(Saved data entries)
--- START ---

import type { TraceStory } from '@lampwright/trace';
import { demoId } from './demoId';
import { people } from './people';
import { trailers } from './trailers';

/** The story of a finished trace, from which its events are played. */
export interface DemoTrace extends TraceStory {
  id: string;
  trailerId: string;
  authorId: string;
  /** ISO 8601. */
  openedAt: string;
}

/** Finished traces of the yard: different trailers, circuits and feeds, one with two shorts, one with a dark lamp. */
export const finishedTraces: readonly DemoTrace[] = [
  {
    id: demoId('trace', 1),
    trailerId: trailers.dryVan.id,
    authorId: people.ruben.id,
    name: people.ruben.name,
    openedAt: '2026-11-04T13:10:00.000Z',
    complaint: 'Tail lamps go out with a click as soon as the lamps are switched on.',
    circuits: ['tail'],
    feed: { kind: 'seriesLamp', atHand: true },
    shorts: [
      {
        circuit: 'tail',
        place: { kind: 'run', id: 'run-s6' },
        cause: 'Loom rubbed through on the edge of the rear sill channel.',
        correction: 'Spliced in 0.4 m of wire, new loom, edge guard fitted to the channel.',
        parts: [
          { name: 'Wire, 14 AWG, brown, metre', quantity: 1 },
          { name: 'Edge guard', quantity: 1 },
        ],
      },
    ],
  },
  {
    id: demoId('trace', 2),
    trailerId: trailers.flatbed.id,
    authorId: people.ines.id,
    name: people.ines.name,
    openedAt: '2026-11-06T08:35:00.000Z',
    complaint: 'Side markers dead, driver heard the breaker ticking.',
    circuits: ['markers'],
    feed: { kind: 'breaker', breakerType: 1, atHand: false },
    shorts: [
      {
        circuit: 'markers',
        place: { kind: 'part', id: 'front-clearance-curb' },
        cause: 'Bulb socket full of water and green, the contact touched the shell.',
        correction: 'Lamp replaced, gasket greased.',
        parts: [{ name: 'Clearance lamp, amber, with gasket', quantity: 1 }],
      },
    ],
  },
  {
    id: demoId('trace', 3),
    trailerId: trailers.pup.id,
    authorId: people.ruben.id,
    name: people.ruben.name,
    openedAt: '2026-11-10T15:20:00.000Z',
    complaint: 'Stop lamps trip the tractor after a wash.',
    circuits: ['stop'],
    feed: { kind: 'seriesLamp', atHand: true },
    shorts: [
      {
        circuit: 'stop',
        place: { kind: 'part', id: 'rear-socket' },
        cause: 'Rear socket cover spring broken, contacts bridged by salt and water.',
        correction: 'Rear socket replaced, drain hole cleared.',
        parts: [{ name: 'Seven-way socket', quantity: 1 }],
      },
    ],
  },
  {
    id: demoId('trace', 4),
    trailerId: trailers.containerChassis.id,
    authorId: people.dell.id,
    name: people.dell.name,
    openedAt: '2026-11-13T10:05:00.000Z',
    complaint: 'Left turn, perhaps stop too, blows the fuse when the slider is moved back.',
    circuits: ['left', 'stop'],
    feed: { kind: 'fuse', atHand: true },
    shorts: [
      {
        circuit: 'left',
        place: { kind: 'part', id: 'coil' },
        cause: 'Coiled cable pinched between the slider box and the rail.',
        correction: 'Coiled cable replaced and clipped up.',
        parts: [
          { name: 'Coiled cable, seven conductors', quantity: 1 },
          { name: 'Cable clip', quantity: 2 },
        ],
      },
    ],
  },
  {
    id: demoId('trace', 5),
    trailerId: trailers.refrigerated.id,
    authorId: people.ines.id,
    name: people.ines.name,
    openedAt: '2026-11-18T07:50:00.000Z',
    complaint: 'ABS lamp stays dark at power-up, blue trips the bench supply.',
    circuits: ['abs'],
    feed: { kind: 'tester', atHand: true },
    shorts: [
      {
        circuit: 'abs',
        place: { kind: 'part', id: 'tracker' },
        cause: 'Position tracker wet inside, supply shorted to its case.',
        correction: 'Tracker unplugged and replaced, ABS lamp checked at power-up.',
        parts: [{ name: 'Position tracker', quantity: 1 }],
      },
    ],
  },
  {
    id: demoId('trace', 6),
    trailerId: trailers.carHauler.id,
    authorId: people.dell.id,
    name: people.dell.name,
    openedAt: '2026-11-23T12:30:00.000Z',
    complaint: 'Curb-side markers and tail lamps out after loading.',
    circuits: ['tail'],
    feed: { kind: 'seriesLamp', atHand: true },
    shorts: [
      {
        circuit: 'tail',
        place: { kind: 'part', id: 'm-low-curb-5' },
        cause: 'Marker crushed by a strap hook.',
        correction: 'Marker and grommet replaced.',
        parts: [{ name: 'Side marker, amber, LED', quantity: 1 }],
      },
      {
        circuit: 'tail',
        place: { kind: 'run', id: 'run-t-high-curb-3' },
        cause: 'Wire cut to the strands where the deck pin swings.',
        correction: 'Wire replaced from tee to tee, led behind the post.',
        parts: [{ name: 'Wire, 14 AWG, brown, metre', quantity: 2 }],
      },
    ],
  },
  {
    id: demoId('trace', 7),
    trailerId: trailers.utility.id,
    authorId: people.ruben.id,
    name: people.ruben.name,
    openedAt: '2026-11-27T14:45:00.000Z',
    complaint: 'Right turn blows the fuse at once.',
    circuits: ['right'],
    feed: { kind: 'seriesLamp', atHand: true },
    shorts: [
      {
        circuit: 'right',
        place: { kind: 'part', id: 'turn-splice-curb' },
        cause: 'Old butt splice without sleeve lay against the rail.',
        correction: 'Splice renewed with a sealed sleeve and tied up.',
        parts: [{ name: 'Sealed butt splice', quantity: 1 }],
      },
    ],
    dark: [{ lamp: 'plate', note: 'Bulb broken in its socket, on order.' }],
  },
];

--- END ---

Exercise objective
Copy the lines from the start of the data verbatim, stopping after the line containing "dark lamp. */".

Answer section
import type { TraceStory } from '@lampwright/trace';
import { demoId } from './demoId';
import { people } from './people';
import { trailers } from './trailers';

/** The story of a finished trace, from which its events are played. */
export interface DemoTrace extends TraceStory {
  id: string;
  trailerId: string;
  authorId: string;
  /** ISO 8601. */
  openedAt: string;
}

/** Finished traces of the yard: different trailers, circuits and feeds, one with two shorts, one with a dark lamp. */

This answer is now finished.